▶ [EXTRACTED INFORMATION]:
//! The sensor block, the series path, the legs and reference blocks hanging from the input
//! lines, and the amplifier stage with its feedback: the single-ended gain stage's row.

use super::blocks::{Plain, Sensor};
use super::plan::{Leg, Plan, Step};
use super::sheet::{Sheet, GREY, HSPAN, OUT_RUN, PITCH, REF_DROP, SENSOR_W, SPAN, X0, Y0};
use crate::circuit::{PartKind, GND};
use crate::draw::svg::{Anchor, BoxRect, Pen};

impl Sheet<'_> {
    /// The sensor block: the bench's model in a dashed box; returns the terminal's x.
    pub(super) fn sensor(&mut self) -> f64 {
        let plain = match self.sensor.clone() {
            Sensor::HighImpedance(h) => return self.high_impedance_sensor(&h),
            Sensor::Photodiode(d) => return self.photodiode_sensor(&d),
            Sensor::Plain(p) => p,
        };
        self.plain_sensor(&plain)
    }

    /// The ordinary sensor block: an EMF behind its resistance, or a loop's current from
    /// ground into the terminal.
    fn plain_sensor(&mut self, p: &Plain) -> f64 {
        let right = X0 + SENSOR_W;
        let y = Y0;
        if let Some((v, r, emf)) = &p.source {
            let sx = X0 + 40.0;
            self.two(*v, (sx, y), emf, (sx, y + 100.0), GND, true);
            self.terminal((sx, y + 100.0), GND, false);
            self.two(*r, (sx, y), emf, (right - 20.0, y), &p.term, true);
            self.wire((right - 20.0, y), (right, y), &p.term, true);
        } else if let Some((i, to)) = &p.current {
            let sx = X0 + 40.0;
            self.two(*i, (sx, y + 100.0), GND, (sx, y), to, true);
            self.terminal((sx, y + 100.0), GND, false);
            self.wire((sx, y), (right, y), to, true);
        }
        let dashed = Pen { colour: GREY, width: 1.5, dashed: true };
        self.svg.rect(X0, y - 60.0, SENSOR_W, 190.0, "none", dashed);
        self.svg.text(X0 + 4.0, y - 66.0, "sensor", self.cfg.font_size, Anchor::Start, GREY, "", "italic");
        self.bench_areas.push(BoxRect::new(X0, y - 60.0, SENSOR_W, 190.0));
        self.svg.circle((right, y), 3.5, "#ffffff", Some(self.pen(true)));
        right
    }

    /// The series path along the signal line; returns where the input line begins.
    /// `run`: the free line from `x_term` (where the sensor's test point goes).
    pub(super) fn series(&mut self, plan: &Plan, x_term: f64, run: f64) -> f64 {
        let y = self.line;
        let mut x = x_term + run;
        self.wire((x_term, y), (x, y), &plan.start, false);
        if !plan.connected {
            self.terminal((x, y), &plan.start, true);
            x += 50.0;
            self.terminal((x, y), &plan.top, true);
            return x;
        }
        for (k, st) in plan.series.iter().enumerate() {
            if k > 0 {
                self.wire((x, y), (x + 20.0, y), &st.from, false);
                x += 20.0;
            }
            self.two(st.part, (x, y), &st.from, (x + HSPAN, y), &st.to, true);
            x += HSPAN;
        }
        x
    }

    /// A leg at column `x` hanging from the input line at `y`.
    pub(super) fn leg(&mut self, leg: &Leg, x: f64, y: f64, top: bool) {
        if let Some(block) = &leg.block {
            let yr = y + REF_DROP;
            if let Some(st) = leg.steps.first() {
                self.two(st.part, (x, y), &st.from, (x, yr), &st.to, true);
            }
            self.block(block, x, yr, &leg.end, false);
            return;
        }
        let up = top && self.positive_rail(&leg.end);
        let dir = if up { -1.0 } else { 1.0 };
        let mut yy = y;
        for st in &leg.steps {
            self.two(st.part, (x, yy), &st.from, (x, yy + dir * SPAN), &st.to, true);
            yy += dir * SPAN;
        }
        self.terminal((x, yy), &leg.end, up);
    }

    /// A reference block on a bus at `yr` from `x` (leftward, or `rightward`): a column per
    /// part, those to a positive rail up, the rest down (resistors first).
    pub(super) fn block(&mut self, block: &[Step], x: f64, yr: f64, net: &str, rightward: bool) {
        let (ups, mut downs): (Vec<&Step>, Vec<&Step>) = block.iter().partition(|s| self.positive_rail(&s.to));
        crate::order::sort_by_key(&mut downs, |s| {
            self.c.parts.get(s.part).map(|p| p.kind != PartKind::Resistor).unwrap_or(true)
        });
        let cols = ups.len().max(downs.len());
        let xl = if rightward { x + 60.0 } else { x - cols as f64 * PITCH };
        let xe = if rightward { xl + cols.saturating_sub(1) as f64 * PITCH } else { x };
        self.wire((xl.min(x), yr), (xe, yr), net, false);
        for j in 0..cols {
            let xc = xl + j as f64 * PITCH;
            for (st, dir) in [(ups.get(j), -1.0), (downs.get(j), 1.0)] {
                if let Some(st) = st {
                    self.two(st.part, (xc, yr), &st.from, (xc, yr + dir * SPAN), &st.to, true);
                    self.terminal((xc, yr + dir * SPAN), &st.to, dir < 0.0);
                }
            }
        }
    }

    /// The amplifier stage: legs, amplifier, feedback; returns the converter's input point.
    pub(super) fn amp_stage(&mut self, plan: &Plan, x_line: f64) -> Option<(f64, f64, String)> {
        let u = plan.amp?;
        let y0 = self.line;
        let (yt, yb, yo) = (y0, y0 + 40.0, y0 + 20.0);
        let mut cols = Vec::new();
        let mut x = x_line + 45.0;
        for leg in &plan.top_legs {
            if let Some(b) = &leg.block {
                let n = b
                    .iter()
                    .filter(|s| self.positive_rail(&s.to))
                    .count()
                    .max(b.iter().filter(|s| !self.positive_rail(&s.to)).count());
                x = x.max(self.left + 70.0 + n as f64 * PITCH);
            }
            self.leg(leg, x, yt, true);
            cols.push(x);
            x += PITCH;
        }
        let first_bottom = x;
        for leg in &plan.bottom_legs {
            self.leg(leg, x, yb, false);
            cols.push(x);
            x += PITCH;
        }
        let x_fb = cols.last().map(|l| l + 82.0).unwrap_or(x_line + 30.0);
        let ux = x_fb + 40.0;
        let x_out = ux + 80.0;
        self.wire((x_line, yt), (ux, yt), &plan.top, false);
        let fb_bottom = plan.bottom == plan.inn;
        if plan.bottom == GND || self.rails.iter().any(|r| r.node == plan.bottom) {
            self.wire((ux - 25.0, yb), (ux, yb), &plan.bottom, false);
            self.wire((ux - 25.0, yb), (ux - 25.0, yb + 20.0), &plan.bottom, false);
            self.terminal((ux - 25.0, yb + 20.0), &plan.bottom, false);
        } else {
            let start = if plan.bottom_legs.is_empty() { x_fb.min(ux - 30.0) } else { first_bottom };
            self.wire((start, yb), (ux, yb), &plan.bottom, false);
            if plan.bottom_legs.is_empty() && !fb_bottom {
                self.terminal((start, yb), &plan.bottom.clone(), false);
            }
        }
        // Feedback loops: below the amplifier to the lower input, above it to the upper one.
        let (dir, base, y_in) = if fb_bottom { (1.0, y0 + 135.0, yb) } else { (-1.0, y0 - 90.0, yt) };
        let xr = x_out + 30.0;
        let loops: Vec<Option<usize>> =
            if plan.inn == plan.out { vec![None] } else { plan.feedback.iter().map(|&i| Some(i)).collect() };
        let (mut yl, mut yr) = (y_in, yo);
        for (k, f) in loops.iter().enumerate() {
            let yk = base + dir * 60.0 * k as f64;
            self.wire((x_fb, yl), (x_fb, yk), &plan.inn, false);
            match f {
                Some(i) => self.two(*i, (x_fb, yk), &plan.inn, (xr, yk), &plan.out, true),
                None => self.wire((x_fb, yk), (xr, yk), &plan.out, false),
            }
            self.wire((xr, yk), (xr, yr), &plan.out, false);
            yl = yk;
            yr = yk;
        }
        // The amplifier.
        if self.c.parts.get(u).is_none_or(|p| p.nodes.len() < 5) {
            return None;
        }
        self.opamp(u, ux, yt, [plan.top == plan.inp, plan.bottom == plan.inp && plan.top != plan.inp]);
        self.supply_pins(u, ux, yt);
        // Into the converter box the run carries the pin's test point; into a continuation
        // flag (a filter follows) only the DC level, so it can be shorter.
        let xa = x_out + if plan.out == self.pin { OUT_RUN } else { OUT_RUN - 60.0 };
        self.wire((x_out, yo), (xa, yo), &plan.out, false);
        Some((xa, yo, plan.out.clone()))
    }
}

▶ [DIRECTIONS FOR THIS TASK]: Read through the data and copy every line where "series" shows up.

▶ [EXPECTED ANSWER]:
//! The sensor block, the series path, the legs and reference blocks hanging from the input
    /// The series path along the signal line; returns where the input line begins.
    pub(super) fn series(&mut self, plan: &Plan, x_term: f64, run: f64) -> f64 {
        for (k, st) in plan.series.iter().enumerate() {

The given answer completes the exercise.